__RECORDS SHOWN__:
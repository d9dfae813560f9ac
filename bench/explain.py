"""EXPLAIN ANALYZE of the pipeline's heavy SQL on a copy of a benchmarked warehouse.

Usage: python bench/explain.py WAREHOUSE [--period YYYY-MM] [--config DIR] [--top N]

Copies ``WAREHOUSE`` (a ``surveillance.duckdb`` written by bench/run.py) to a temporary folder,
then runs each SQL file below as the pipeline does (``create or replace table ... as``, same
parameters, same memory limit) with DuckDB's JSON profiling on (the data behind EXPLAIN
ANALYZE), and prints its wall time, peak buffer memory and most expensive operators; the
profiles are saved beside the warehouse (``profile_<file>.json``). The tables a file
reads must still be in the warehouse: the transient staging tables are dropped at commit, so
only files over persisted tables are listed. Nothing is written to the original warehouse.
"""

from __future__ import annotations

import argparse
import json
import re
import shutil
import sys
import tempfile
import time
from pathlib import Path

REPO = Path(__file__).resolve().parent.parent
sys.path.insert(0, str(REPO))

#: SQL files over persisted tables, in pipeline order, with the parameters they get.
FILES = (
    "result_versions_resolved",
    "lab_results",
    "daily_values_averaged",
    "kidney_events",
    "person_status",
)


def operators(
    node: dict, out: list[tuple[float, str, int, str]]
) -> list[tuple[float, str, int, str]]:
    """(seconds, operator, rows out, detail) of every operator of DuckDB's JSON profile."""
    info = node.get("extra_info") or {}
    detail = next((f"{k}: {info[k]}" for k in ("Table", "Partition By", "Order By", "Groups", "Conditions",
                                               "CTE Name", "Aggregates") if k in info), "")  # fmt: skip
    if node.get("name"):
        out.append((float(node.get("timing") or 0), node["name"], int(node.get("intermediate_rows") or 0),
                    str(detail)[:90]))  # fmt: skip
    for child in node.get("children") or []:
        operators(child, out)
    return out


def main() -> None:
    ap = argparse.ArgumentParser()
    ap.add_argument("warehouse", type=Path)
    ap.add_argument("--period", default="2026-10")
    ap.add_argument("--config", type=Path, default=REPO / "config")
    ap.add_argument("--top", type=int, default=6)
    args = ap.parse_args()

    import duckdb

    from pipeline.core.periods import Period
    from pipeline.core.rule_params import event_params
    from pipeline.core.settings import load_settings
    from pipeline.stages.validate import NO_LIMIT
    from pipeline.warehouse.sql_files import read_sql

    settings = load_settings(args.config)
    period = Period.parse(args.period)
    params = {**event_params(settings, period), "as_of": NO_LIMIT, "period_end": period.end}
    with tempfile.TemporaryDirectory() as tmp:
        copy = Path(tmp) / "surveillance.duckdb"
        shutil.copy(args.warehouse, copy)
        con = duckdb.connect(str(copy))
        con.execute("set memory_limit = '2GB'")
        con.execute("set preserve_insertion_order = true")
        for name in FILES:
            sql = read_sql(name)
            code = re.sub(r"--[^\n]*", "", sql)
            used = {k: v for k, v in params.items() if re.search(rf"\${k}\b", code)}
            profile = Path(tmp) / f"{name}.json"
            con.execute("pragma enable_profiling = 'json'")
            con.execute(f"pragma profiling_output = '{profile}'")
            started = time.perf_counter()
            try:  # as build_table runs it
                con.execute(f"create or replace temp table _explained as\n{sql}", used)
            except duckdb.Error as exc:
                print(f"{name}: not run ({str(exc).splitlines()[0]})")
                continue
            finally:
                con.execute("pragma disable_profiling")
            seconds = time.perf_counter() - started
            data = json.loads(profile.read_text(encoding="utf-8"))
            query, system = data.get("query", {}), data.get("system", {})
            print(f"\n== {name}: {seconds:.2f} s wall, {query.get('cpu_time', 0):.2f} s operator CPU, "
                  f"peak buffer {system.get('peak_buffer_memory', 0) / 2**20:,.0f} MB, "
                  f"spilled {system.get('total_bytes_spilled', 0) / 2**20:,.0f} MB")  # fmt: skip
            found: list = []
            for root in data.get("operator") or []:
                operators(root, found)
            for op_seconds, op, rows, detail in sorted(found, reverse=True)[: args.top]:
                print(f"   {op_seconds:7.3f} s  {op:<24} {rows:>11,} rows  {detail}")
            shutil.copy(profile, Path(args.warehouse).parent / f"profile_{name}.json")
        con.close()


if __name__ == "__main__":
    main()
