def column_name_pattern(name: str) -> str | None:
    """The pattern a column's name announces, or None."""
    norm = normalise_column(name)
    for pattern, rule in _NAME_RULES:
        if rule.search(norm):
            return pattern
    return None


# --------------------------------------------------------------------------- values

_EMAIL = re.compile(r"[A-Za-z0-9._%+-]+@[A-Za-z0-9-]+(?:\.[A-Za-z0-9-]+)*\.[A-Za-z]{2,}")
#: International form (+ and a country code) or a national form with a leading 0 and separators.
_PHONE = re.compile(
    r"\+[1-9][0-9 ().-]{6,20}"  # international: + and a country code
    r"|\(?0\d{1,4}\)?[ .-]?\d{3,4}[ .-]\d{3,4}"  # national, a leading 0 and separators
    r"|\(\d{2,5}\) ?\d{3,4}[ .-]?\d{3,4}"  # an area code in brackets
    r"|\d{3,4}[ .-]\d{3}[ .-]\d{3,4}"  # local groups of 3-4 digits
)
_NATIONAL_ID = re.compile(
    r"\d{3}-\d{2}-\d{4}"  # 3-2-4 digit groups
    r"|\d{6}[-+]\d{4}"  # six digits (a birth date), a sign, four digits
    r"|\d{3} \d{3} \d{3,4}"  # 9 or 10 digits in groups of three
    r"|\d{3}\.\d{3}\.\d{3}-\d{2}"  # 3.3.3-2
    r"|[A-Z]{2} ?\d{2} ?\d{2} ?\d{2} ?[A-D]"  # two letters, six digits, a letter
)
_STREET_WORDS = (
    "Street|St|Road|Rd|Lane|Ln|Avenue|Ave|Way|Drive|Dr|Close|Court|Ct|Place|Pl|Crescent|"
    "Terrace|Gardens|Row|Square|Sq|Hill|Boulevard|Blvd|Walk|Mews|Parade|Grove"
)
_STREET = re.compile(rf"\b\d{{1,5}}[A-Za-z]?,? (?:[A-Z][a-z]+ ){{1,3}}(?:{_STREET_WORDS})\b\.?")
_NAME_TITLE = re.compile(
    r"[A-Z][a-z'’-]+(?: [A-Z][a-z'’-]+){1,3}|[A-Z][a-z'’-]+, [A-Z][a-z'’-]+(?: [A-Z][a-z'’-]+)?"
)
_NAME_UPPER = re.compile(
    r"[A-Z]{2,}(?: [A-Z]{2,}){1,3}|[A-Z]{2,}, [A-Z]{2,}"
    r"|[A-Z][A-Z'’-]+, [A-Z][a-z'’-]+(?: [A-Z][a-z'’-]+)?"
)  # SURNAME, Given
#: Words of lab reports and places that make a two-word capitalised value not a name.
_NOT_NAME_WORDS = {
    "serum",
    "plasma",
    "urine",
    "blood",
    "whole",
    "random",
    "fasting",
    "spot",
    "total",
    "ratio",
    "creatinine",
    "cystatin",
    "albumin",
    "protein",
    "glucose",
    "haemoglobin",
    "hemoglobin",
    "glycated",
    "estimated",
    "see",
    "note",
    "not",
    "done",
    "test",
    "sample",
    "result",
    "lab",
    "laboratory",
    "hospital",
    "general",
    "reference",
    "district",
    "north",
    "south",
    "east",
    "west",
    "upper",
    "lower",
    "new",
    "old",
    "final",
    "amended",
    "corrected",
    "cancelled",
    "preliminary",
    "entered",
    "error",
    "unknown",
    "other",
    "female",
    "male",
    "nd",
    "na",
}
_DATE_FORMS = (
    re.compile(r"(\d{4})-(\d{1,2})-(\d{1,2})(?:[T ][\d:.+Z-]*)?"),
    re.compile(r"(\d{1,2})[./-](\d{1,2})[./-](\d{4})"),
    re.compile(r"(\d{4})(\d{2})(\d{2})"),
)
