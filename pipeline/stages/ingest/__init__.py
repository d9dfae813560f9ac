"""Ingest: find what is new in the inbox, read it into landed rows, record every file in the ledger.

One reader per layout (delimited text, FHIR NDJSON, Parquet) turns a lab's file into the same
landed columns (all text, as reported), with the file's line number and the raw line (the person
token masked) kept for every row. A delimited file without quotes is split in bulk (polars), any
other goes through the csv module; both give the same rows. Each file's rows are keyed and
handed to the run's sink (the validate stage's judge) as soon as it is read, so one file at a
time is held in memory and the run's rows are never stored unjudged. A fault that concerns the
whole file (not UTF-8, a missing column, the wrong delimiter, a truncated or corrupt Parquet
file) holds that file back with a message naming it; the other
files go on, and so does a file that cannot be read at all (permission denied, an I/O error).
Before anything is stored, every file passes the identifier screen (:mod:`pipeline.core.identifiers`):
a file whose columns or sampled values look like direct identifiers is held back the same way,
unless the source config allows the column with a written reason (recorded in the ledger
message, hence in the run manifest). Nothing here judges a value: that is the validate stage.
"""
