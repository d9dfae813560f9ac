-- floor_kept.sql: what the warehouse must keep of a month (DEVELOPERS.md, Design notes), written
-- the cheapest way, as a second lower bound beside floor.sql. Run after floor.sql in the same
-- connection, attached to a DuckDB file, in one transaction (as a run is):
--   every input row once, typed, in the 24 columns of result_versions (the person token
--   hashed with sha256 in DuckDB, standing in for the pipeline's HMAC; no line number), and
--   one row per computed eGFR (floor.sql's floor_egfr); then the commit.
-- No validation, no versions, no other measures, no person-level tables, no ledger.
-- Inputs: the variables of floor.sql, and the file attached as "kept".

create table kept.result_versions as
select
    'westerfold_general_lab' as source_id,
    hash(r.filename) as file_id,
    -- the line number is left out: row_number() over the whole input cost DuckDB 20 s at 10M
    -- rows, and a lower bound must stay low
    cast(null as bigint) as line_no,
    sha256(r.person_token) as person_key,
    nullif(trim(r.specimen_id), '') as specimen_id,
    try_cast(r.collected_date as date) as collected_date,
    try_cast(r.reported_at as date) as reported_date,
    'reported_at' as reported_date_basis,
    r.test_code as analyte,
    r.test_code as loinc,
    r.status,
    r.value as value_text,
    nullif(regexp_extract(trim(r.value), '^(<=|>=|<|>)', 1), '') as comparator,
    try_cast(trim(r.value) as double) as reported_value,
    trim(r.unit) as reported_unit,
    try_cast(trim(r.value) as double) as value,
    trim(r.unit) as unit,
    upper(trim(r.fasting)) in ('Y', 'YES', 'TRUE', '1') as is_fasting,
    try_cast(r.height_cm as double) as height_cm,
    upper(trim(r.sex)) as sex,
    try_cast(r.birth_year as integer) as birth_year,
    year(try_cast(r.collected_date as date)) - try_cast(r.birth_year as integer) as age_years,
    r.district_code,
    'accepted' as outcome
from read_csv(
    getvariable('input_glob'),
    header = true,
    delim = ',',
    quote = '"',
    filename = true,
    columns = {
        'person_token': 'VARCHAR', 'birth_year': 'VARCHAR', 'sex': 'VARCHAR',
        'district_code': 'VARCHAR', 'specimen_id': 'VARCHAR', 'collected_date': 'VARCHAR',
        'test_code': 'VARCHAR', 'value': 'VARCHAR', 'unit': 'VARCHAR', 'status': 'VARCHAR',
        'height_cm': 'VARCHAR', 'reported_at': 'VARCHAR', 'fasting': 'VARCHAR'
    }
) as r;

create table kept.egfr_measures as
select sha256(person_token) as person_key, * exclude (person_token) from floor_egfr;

---

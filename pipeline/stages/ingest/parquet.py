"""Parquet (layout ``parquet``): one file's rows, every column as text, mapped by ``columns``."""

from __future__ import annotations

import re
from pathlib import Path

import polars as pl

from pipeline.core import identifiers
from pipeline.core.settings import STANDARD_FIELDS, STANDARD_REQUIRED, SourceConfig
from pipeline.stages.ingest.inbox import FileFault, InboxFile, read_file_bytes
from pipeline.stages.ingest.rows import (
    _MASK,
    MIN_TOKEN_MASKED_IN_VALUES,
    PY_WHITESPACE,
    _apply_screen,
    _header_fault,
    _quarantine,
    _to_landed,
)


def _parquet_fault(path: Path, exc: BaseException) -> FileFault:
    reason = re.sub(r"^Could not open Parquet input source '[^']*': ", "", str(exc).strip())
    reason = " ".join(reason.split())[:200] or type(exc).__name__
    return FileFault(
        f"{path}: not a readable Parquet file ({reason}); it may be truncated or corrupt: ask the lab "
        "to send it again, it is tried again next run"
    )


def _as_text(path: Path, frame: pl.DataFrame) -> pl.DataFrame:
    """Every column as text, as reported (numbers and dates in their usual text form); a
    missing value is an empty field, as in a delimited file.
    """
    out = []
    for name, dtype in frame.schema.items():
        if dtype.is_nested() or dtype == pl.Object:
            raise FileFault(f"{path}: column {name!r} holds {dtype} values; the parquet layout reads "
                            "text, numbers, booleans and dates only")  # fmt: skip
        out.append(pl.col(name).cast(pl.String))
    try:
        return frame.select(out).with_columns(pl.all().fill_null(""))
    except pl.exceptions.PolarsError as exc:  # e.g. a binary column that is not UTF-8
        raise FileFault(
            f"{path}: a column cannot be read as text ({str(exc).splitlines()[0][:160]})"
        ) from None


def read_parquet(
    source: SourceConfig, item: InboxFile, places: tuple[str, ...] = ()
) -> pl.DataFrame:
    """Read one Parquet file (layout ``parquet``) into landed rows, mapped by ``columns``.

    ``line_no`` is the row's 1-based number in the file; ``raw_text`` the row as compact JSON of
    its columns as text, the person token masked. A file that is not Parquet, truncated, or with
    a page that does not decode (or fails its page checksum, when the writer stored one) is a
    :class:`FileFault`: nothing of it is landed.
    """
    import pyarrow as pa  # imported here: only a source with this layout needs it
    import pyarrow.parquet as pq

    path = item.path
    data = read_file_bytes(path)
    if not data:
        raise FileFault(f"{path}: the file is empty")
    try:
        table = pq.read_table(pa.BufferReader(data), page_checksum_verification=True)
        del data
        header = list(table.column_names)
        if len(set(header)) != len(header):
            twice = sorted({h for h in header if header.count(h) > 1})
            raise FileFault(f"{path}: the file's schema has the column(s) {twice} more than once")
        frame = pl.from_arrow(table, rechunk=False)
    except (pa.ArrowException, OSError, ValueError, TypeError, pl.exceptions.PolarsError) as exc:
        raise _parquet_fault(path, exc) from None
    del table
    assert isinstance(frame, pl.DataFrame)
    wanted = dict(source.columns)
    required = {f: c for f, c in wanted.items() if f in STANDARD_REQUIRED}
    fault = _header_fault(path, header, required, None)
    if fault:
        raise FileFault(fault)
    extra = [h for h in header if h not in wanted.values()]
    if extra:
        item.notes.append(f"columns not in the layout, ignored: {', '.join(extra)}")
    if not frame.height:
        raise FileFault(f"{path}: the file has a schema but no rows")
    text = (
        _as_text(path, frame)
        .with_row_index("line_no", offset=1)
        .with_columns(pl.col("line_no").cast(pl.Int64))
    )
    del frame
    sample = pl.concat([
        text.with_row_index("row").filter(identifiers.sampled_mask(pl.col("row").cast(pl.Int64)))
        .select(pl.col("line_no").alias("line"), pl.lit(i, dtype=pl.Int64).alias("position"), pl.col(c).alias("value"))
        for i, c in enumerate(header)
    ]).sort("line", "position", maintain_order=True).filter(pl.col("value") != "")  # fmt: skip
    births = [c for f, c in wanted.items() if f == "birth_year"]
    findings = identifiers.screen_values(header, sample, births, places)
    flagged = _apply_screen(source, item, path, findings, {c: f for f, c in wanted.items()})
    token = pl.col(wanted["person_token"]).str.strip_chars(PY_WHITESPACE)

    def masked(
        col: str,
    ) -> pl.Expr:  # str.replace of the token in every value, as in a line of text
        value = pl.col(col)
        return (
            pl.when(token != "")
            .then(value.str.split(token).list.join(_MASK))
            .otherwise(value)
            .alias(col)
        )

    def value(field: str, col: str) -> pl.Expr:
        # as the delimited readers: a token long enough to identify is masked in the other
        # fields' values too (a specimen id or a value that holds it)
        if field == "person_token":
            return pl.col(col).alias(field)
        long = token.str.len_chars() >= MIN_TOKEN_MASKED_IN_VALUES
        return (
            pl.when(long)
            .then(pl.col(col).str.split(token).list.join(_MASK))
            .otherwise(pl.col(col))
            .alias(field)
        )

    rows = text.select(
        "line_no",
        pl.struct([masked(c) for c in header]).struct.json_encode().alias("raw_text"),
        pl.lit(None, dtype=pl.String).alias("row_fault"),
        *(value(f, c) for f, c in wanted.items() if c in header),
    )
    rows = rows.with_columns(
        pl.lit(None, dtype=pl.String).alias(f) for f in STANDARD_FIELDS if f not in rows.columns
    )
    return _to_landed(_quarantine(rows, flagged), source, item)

* * *

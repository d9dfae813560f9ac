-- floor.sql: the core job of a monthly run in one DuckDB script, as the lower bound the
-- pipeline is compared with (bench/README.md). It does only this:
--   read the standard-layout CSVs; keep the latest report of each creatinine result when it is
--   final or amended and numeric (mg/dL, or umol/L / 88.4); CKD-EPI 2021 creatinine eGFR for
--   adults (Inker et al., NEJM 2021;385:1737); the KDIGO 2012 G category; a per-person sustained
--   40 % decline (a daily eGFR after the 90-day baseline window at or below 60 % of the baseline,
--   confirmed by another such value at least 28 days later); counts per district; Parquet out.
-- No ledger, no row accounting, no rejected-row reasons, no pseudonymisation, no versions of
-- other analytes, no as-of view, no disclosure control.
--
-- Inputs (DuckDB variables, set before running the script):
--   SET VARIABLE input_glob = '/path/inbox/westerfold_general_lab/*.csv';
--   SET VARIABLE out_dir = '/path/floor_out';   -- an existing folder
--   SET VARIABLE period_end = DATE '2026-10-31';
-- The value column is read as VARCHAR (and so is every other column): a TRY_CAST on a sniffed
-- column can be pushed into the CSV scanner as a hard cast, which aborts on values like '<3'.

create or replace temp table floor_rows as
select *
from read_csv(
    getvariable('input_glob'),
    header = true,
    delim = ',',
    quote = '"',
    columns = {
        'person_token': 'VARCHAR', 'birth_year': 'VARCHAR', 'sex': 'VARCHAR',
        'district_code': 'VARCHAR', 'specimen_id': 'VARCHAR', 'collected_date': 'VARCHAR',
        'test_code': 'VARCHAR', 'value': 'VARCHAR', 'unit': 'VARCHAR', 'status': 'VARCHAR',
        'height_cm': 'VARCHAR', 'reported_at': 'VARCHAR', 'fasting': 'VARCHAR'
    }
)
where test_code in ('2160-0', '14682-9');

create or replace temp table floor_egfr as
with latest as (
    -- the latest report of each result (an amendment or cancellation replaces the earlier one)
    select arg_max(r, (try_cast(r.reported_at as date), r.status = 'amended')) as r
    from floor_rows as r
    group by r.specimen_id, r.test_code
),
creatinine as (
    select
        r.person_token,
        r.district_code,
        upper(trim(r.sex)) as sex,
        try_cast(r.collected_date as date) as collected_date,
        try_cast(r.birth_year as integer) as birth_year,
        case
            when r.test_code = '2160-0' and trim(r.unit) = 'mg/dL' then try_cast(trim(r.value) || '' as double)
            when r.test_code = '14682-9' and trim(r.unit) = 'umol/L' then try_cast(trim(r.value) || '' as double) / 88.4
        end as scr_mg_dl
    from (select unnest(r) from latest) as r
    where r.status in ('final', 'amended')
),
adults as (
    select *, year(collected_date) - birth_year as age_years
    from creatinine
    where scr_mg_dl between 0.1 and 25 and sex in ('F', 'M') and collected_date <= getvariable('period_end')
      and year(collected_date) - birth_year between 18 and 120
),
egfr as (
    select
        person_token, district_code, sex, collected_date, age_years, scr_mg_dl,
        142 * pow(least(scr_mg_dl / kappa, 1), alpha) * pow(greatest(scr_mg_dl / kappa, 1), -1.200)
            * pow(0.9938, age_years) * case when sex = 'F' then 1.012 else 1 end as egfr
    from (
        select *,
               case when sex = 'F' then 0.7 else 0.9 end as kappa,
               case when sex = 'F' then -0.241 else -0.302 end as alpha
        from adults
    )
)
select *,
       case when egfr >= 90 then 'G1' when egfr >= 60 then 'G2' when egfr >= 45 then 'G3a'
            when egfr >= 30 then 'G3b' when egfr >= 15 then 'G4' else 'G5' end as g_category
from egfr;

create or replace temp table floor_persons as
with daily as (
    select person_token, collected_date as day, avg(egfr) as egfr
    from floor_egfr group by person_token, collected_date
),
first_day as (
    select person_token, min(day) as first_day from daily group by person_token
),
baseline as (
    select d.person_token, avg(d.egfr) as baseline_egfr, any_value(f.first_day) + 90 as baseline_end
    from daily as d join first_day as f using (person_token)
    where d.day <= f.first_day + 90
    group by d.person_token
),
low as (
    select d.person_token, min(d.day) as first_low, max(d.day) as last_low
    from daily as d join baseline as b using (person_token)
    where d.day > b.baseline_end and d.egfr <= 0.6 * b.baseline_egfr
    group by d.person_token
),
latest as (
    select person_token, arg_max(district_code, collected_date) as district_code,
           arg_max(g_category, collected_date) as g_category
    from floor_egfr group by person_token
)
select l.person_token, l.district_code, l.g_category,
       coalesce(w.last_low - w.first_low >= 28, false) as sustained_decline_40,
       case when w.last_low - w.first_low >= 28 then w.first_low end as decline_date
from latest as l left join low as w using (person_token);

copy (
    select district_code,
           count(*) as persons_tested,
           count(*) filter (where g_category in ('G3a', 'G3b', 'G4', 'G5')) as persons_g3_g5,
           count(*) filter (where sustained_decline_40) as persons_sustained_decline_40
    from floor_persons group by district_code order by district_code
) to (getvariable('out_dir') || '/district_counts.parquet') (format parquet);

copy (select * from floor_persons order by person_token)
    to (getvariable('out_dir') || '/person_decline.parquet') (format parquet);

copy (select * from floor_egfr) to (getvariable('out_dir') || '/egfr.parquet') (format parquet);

__WORK ITEM__: Which lines of the data above contain the string "persisted"? Copy each of them.

__EXERCISE OUTPUT__:
only files over persisted tables are listed. Nothing is written to the original warehouse.
#: SQL files over persisted tables, in pipeline order, with the parameters they get.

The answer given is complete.